Habe mir einen Lokalen Webserver mit PHP und Mysql
eingerichtet. Funktioniert eigentlich alles einwandfrei.
Bis auf das Problem:

ich rufe mit irgendeinem browser im lokalen netzwerk
den server auf (192.168.0.4) und dieser zeigt mit
ständig "INDEX OF /" an und die Dateien die im Verzeichnis
/src/www/htdocs liegen. Darunter befindet sich auch eine
index.htm

Ich möchte allerdings, das der Server sofort auf die INDEX.HTM springt und nicht erst das ganze Verzeichnis auflistet.

in der httpd.conf habe ich bereits nach "DirectoryIndex" gesucht
und leider nichts gefunden.

Nun meine Fragen:
1.) Normalerweise besteht doch die möglichkeit dass der apache sich so verhält, oder ?
2.) Wie erkläre ich das der Kiste ?

Ich habe bereits hier die Suchfunktion benutzt und bin leider nicht zu einem befriedigendem Ergebnis gekommen.
Die Tuts auf apache.org gibts leider nur in english und erschweren mir eine Lösungsfindung.

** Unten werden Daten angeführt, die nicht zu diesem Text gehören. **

def test_members_that_swap_and_members_that_do_not_in_one_batch():
    """One batch, three kinds of members: diagonally dominant (no interchange),
    zero diagonal (an interchange at every step) and random (some): every path of the
    per-member row swaps, each against LAPACK."""
    rng = np.random.default_rng(11)
    n, kl, ku = 11, 2, 3
    ab = _random_band(rng, 30, n, kl, ku)
    ab[:10, ku] += 20.0
    ab[10:20, ku] = 0.0
    rhs = rng.normal(size=(30, n)) + 1j * rng.normal(size=(30, n))
    check("mixed interchanges", banded_solve(ab, rhs, kl, ku), _lapack(ab, rhs, kl, ku),
          rtol=1e-12)
    # the same with every member needing the same interchange (whole-row swaps)
    ab[:, ku] = 0.0
    check("all interchange", banded_solve(ab, rhs, kl, ku), _lapack(ab, rhs, kl, ku),
          rtol=1e-12)


def test_block_pattern_inside_the_band():
    """2x2-block tridiagonal matrices (kl = ku = 3, a bending line's pattern) solved
    with the row extents given (``first``/``last``) and without: both equal LAPACK."""
    rng = np.random.default_rng(3)
    nodes, batch = 9, 20
    n, kb = 2 * nodes, 3
    A = np.zeros((batch, n, n), dtype=complex)
    for q in range(nodes - 1):
        blk = rng.normal(size=(batch, 4, 4)) + 1j * rng.normal(size=(batch, 4, 4))
        A[:, 2 * q:2 * q + 4, 2 * q:2 * q + 4] += blk
    A[:, ::2, ::2] *= 1e-3                            # make interchanges happen
    rhs = rng.normal(size=(batch, n)) + 1j * rng.normal(size=(batch, n))
    ref = np.linalg.solve(A, rhs[..., None])[..., 0]
    ab = np.zeros((batch, 2 * kb + 1, n), dtype=complex)
    for i in range(n):
        for j in range(max(0, i - kb), min(n, i + kb + 1)):
            ab[:, kb + i - j, j] = A[:, i, j]
    check("block band, full extents", banded_solve(ab, rhs, kb, kb), ref, rtol=1e-12)
    work = band_workspace(n, kb, kb, batch)
    for i in range(n):
        for j in range(max(0, i - kb), min(n, i + kb + 1)):
            work[i, j - i + kb] = A[:, i, j]
    node0 = 2 * (np.arange(n) // 2)
    x = banded_solve_inplace(work, np.array(rhs.T, order="C"), kb, kb,
                             first=node0 - 2, last=node0 + 3).T
    check("block band, block extents", x, ref, rtol=1e-12)


def test_singular_member_gives_non_finite_row_only():
    """A member with a zero column is singular: its row is inf or nan (the caller turns
    that into inf and a warning), the other members are unaffected."""
    rng = np.random.default_rng(5)
    n, kl, ku = 8, 2, 2
    ab = _random_band(rng, 5, n, kl, ku)
    j = 4
    for i in range(max(0, j - ku), min(n, j + kl + 1)):
        ab[2, ku + i - j, j] = 0.0
    rhs = rng.normal(size=(5, n)) + 1j * rng.normal(size=(5, n))
    x = banded_solve(ab, rhs, kl, ku)
    assert not np.isfinite(x[2]).all()
    keep = [0, 1, 3, 4]
    check("regular members beside a singular one", x[keep], _lapack(ab[keep], rhs[keep], kl, ku),
          rtol=1e-12)


def test_bad_shapes_are_refused():
    with pytest.raises(ValueError):
        banded_solve(np.zeros((2, 5, 4)), np.zeros((2, 4)), 1, 1)
    with pytest.raises(ValueError):
        banded_solve_inplace(np.zeros((4, 6, 2), dtype=complex), np.zeros((4, 2), dtype=complex),
                             1, 1)


# ====================================================== piece stiffness closed forms
@pytest.mark.parametrize("scale", [1e-4, 0.3, 1.9, 2.1, 8.0, 60.0, 3e3])
def test_piece_entries_equal_the_matrix_products(scale):
    """The closed forms behind the banded assembly against the 2x2 products
    K = F D^-1 of :func:`dampline.solve.beam.piece_stiffness`, both regimes and the
    static limit, damped; and exactly symmetric."""
    rng = np.random.default_rng(int(scale * 10))
    EI = 3.0e4 * (1 + 0.02j)
    beta = scale * rng.uniform(0.5, 1.5, (40, 3)) * np.exp(-1j * rng.uniform(0, 0.4, (40, 3)))
    h = np.array([0.2, 0.7, 1.3])
    K = beam.piece_stiffness(EI, beta, h)
    E = beam.piece_entries(EI, beta, h)
    got = np.stack([np.stack(row, -1) for row in E], -2)
    size = np.abs(K).max(axis=(-2, -1), keepdims=True)
    err = np.abs(got - K) / size
    print(f"\n[piece entries, |beta| ~ {scale:g}] max err / max entry {err.max():.1e}")
    assert err.max() <= 1e-12
    assert np.array_equal(got, np.swapaxes(got, -1, -2))


# =========================================================== bending FRF, both paths
E, RHO = 2.1e11, 7850.0


def _seg(length, area, I, eta=None):
    s = {"length": length, "E": E, "rho": RHO, "area": area, "I": I}
    if eta is not None:
        s["eta"] = eta
    return s


STEPPED = [_seg(0.6, 4e-4, 3e-8), _seg(0.45, 2.5e-4, 1.2e-8, eta=0.01), _seg(0.8, 5e-4, 5e-8)]
ABSORBER = {"at": 1.3, "absorber": {"mass": 0.4, "stiffness": 2.0e5, "damping": 12.0}}
ROTARY = {"at": 0.5, "mass": 0.8, "rot_inertia": 2e-3, "rot_spring": 150.0}
TABLE = {"mass": 1.2, "spring": 4.0e4, "dashpot": 3.0, "rot_spring": 900.0, "rot_inertia": 3e-3}


def _line(left, right, attachments=(ABSORBER, ROTARY), damping=None):
    segs = STEPPED if damping is None else [{k: v for k, v in s.items() if k != "eta"}
                                             for s in STEPPED]
    spec = {"kind": "bending", "segments": segs, "ends": {"left": left, "right": right},
            "attachments": list(attachments),
            "damping": damping or {"model": "loss_factor", "eta": 0.004}}
    return dl.Line.from_dict(spec)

Wäre nett wenn mir jemnad von euch helfen könnte.

Danke


----------



## Sinac (10. August 2003)

Ich denke wenn du die Datei in index.html umbenenst sollte
das gehen, ich meine index.html ist Standard einstellung.
Ansonsten schau mal in der apache.conf nach, da steht
die Option drinne, kannste ja dann auch ändern.
Der Index wird nur aufgelistet wenn die Startseite nicht 
gefunden wird!
Kann auch sein das mit den Permissions was nicht stimmt,
check das auch mal!
Greetz...
Sinac


----------



## bsdxroot (10. August 2003)

Jawoll, ich bin blöd!

.htm und .html sind zweierlei.

danke für die schnelle hilfe.


----------



## Sinac (10. August 2003)

Wie gesagt, kannste sonst auch auf .htm umstellen!
Greetz...
Sinac


----------



## Fabian H (10. August 2003)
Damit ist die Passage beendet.